Items from a dataset:
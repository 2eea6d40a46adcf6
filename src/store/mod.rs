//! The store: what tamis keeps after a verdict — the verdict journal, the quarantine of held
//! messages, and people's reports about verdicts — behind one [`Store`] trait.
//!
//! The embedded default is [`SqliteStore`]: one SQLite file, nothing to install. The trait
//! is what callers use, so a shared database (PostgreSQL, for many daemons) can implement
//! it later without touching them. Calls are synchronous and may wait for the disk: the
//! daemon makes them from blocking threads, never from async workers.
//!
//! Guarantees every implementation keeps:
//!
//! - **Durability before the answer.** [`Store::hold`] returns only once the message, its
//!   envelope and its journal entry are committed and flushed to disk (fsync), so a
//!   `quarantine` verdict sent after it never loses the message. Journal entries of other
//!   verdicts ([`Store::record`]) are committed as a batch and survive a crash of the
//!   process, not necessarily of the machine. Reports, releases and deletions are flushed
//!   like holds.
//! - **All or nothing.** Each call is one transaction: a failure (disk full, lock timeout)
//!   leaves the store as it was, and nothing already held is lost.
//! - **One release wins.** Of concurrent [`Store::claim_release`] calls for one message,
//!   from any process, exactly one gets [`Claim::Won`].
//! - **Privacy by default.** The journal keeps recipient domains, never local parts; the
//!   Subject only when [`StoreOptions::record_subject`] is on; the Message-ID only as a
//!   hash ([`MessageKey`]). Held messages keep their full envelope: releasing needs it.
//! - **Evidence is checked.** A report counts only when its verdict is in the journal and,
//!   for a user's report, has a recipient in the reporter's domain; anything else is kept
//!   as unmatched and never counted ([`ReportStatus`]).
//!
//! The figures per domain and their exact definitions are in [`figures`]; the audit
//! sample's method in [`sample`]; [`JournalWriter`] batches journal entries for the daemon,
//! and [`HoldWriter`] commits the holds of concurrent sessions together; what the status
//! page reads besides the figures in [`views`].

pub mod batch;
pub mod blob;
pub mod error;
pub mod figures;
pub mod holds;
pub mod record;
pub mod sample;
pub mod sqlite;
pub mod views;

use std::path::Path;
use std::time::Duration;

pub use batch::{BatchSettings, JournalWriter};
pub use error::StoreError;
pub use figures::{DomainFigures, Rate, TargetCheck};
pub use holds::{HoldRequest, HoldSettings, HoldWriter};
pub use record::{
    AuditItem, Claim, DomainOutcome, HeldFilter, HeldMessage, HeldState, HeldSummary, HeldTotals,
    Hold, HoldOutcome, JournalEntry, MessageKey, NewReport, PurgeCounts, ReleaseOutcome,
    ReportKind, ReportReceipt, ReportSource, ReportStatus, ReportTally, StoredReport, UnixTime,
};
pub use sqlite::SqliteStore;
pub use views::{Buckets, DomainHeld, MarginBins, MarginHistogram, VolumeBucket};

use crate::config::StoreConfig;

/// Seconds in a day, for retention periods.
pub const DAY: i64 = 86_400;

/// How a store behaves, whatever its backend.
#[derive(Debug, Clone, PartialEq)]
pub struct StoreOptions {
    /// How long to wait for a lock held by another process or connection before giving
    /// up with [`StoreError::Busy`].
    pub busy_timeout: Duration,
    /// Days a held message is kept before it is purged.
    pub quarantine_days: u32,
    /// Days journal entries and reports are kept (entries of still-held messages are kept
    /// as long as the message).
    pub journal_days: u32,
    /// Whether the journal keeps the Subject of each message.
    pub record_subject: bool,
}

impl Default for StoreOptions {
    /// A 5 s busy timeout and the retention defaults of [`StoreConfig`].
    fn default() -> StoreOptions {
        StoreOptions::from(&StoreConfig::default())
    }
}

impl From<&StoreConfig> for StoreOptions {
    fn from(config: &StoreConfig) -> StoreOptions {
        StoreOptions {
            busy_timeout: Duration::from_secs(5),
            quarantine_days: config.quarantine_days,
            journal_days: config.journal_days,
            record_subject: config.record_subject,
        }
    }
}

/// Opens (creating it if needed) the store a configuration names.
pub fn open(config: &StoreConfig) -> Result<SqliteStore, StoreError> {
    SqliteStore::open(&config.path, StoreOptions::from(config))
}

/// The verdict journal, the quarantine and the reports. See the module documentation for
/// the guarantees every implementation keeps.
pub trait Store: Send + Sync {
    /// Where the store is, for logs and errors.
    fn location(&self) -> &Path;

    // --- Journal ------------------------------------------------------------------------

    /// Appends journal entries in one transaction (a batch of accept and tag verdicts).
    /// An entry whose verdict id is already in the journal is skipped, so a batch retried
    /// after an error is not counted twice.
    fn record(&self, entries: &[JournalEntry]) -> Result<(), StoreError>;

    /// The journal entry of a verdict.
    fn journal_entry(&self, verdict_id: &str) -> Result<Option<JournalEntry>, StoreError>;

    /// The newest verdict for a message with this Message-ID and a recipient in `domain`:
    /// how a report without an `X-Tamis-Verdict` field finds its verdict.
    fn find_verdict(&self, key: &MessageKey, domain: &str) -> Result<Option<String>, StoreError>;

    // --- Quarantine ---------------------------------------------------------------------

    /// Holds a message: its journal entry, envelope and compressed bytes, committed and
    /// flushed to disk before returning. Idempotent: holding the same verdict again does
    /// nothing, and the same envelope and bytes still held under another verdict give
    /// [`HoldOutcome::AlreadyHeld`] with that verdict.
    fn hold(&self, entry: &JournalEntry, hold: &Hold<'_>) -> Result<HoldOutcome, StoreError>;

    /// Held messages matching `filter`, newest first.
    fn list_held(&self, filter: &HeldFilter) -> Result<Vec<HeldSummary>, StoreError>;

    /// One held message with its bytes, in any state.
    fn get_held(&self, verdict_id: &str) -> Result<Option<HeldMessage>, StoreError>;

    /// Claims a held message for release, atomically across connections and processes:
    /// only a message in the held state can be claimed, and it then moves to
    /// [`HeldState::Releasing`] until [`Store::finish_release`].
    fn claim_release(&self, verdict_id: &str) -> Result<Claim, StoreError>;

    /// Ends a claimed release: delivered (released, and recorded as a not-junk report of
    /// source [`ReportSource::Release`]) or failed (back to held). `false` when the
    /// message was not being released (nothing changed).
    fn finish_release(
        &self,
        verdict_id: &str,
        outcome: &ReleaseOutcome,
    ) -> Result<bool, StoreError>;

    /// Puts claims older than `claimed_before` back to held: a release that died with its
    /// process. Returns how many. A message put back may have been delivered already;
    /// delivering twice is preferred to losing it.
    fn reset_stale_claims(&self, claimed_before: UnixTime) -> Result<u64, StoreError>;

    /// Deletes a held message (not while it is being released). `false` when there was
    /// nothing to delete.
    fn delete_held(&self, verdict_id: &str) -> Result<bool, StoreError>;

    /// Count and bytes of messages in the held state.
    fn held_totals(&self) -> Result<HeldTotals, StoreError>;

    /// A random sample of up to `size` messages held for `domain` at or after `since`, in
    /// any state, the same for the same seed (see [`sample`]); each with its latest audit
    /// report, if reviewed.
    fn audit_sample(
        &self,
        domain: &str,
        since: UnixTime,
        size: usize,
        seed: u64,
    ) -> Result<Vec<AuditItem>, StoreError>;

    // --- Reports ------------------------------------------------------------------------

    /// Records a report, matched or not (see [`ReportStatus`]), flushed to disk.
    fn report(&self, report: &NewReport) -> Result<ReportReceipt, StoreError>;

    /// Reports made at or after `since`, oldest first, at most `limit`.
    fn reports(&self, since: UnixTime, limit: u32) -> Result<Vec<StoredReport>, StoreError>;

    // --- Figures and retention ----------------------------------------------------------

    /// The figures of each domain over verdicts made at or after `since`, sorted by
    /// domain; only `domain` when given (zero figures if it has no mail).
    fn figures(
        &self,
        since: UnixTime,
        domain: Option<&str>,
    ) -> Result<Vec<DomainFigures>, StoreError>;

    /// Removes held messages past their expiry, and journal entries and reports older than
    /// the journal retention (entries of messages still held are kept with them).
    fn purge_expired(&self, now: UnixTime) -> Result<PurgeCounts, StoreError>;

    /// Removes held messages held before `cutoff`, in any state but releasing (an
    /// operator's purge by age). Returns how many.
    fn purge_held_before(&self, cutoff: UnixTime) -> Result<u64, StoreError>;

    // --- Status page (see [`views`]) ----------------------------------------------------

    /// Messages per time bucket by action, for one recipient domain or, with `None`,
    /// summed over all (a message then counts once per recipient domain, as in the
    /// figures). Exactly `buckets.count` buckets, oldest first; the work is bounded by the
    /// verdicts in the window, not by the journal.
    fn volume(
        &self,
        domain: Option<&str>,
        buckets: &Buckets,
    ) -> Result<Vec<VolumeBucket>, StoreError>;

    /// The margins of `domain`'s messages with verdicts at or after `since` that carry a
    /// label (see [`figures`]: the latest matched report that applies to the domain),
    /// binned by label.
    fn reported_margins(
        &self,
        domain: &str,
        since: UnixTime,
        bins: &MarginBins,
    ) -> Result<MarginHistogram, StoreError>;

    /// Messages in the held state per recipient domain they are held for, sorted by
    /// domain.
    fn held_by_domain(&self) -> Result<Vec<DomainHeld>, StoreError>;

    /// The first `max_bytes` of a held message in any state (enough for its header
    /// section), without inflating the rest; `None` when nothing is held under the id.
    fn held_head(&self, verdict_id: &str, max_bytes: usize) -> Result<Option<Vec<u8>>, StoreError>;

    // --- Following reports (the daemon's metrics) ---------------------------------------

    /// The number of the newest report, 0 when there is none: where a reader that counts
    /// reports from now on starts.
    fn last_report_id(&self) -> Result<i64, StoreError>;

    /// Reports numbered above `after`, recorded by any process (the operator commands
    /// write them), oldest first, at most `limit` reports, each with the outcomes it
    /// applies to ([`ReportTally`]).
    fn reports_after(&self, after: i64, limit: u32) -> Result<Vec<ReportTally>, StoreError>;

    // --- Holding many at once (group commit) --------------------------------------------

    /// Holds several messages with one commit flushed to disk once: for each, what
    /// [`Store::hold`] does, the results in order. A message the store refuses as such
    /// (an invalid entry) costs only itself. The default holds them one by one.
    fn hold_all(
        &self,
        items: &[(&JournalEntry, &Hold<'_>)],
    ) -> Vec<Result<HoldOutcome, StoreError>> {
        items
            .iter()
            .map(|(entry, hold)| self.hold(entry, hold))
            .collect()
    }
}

**What the exercise asks**
Every line from the line containing "bounded by the" through the line containing "now on starts." in the records above must be retyped exactly. Leave out the rest.

**Response**
    /// figures). Exactly `buckets.count` buckets, oldest first; the work is bounded by the
    /// verdicts in the window, not by the journal.
    fn volume(
        &self,
        domain: Option<&str>,
        buckets: &Buckets,
    ) -> Result<Vec<VolumeBucket>, StoreError>;

    /// The margins of `domain`'s messages with verdicts at or after `since` that carry a
    /// label (see [`figures`]: the latest matched report that applies to the domain),
    /// binned by label.
    fn reported_margins(
        &self,
        domain: &str,
        since: UnixTime,
        bins: &MarginBins,
    ) -> Result<MarginHistogram, StoreError>;

    /// Messages in the held state per recipient domain they are held for, sorted by
    /// domain.
    fn held_by_domain(&self) -> Result<Vec<DomainHeld>, StoreError>;

    /// The first `max_bytes` of a held message in any state (enough for its header
    /// section), without inflating the rest; `None` when nothing is held under the id.
    fn held_head(&self, verdict_id: &str, max_bytes: usize) -> Result<Option<Vec<u8>>, StoreError>;

    // --- Following reports (the daemon's metrics) ---------------------------------------

    /// The number of the newest report, 0 when there is none: where a reader that counts
    /// reports from now on starts.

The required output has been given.